[[ Data for this task, beginning ]]

import { describe, expect, it } from "vitest";
import { commonBlocks } from "../../../src/core/decay/commonBlocks.ts";
import { drawTogether } from "../../../src/core/decay/drawTogether.ts";
import { fitDecay } from "../../../src/core/decay/fitDecay.ts";
import type { DecaySettings } from "../../../src/core/decayResult.ts";
import { isEstimate, type Quantity } from "../../../src/core/quantity.ts";
import { seededRandom } from "../../../src/core/signal/seededRandom.ts";
import type { StationResult } from "../../../src/core/stationResult.ts";
import { expectClose } from "../../support/expectClose.ts";
import { plainSettings, spacedFrom } from "../../support/lawStations.ts";
import { sharedRecords } from "../../support/sharedRecords.ts";

const law = { A: 0.06, x0: 4, n: 1.25, U: 1 };
const settings: DecaySettings = { ...plainSettings, window: [0, 100], quantity: "uu" };
const what = { quantity: "uu", assumption: "none" } as const;
const once = (seed: number) => sharedRecords(law, spacedFrom(law.x0, 20, 80, 12), 0.95, seededRandom(seed));

/** The same record of every station so many times over, as an inflow that is replayed gives it. */
function replayed(stations: readonly StationResult[], times: number): StationResult[] {
  return stations.map((station) => {
    if (station.blocks === null) throw new Error("no blocks");
    const { rows, data } = station.blocks;
    const longer = new Float64Array(times * data.length);
    for (let i = 0; i < times; i++) longer.set(data, i * data.length);
    const facts = { ...station.facts, repeats: times };
    return { ...station, blocks: { ...station.blocks, rows: times * rows, data: longer }, facts };
  });
}
const standard = (quantity: Quantity) => (isEstimate(quantity) ? (quantity.error?.standard ?? 0) : 0);

describe("stations sampled together behind an inflow that is replayed", () => {
  it("know n and x0 as well as one period does, and no better for its copies", () => {
    for (const key of ["n", "x0"] as const) {
      const ratios = Array.from({ length: 12 }, (_, i) => {
        const stations = once(i + 1);
        const [single, many] = [stations, replayed(stations, 6)].map((all) => fitDecay(all, settings));
        expect(many[key].value).toBe(single[key].value);
        return Math.log(standard(many[key]) / standard(single[key]));
      });
      const mean = ratios.reduce((sum, value) => sum + value, 0) / ratios.length;
      // without that knowledge the ratio is 1/√6
      expectClose(Math.exp(mean), 1, {
        relative: 0.12,
        because: "twelve pairs, each error known to a tenth",
      });
    }
  });
  it("have the degrees of freedom of one period", () => {
    const decay = fitDecay(replayed(once(1), 6), settings);
    expect(decay.law?.freedom).toBe((decay.together?.groups ?? 0) / 6 - 1);
  });
  it("count as replayed where a single station shows it", () => {
    const many = replayed(once(2), 6);
    const shown = many.map((one, i) => {
      const { repeats: _, ...facts } = one.facts;
      return i === 4 ? one : { ...one, facts };
    });
    expect(commonBlocks(shown, what, settings)?.repeats).toBe(6);
  });
  it("are drawn together with the spread of one period", () => {
    const [single, many] = [once(3), replayed(once(3), 6)].map((all) => {
      const blocks = commonBlocks(all, what, settings);
      if (blocks === null) throw new Error("not together");
      const random = seededRandom(5);
      const out = new Float64Array(12);
      let square = 0;
      for (let draw = 0; draw < 4000; draw++) {
        drawTogether(blocks, random, out);
        square += out[6] ** 2 / 4000;
      }
      return Math.sqrt(square);
    });
    expectClose(many / single, 1, { relative: 0.15, because: "two jackknife errors of the same blocks" });
  });
  it("tell nothing by blocks that are long against the period", () => {
    const stations = once(1).map((one) => ({ ...one, facts: { ...one.facts, repeats: 60 } }));
    expect(commonBlocks(stations, what, settings)).toBeNull();
  });
});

[[ Data for this task, end ]]

Exercise aim —
Write down, word for word, the lines above from the one containing "ratio is 1/√6" through the one containing "repeats: _, ...facts", both ends included.

Solution for this problem —
      // without that knowledge the ratio is 1/√6
      expectClose(Math.exp(mean), 1, {
        relative: 0.12,
        because: "twelve pairs, each error known to a tenth",
      });
    }
  });
  it("have the degrees of freedom of one period", () => {
    const decay = fitDecay(replayed(once(1), 6), settings);
    expect(decay.law?.freedom).toBe((decay.together?.groups ?? 0) / 6 - 1);
  });
  it("count as replayed where a single station shows it", () => {
    const many = replayed(once(2), 6);
    const shown = many.map((one, i) => {
      const { repeats: _, ...facts } = one.facts;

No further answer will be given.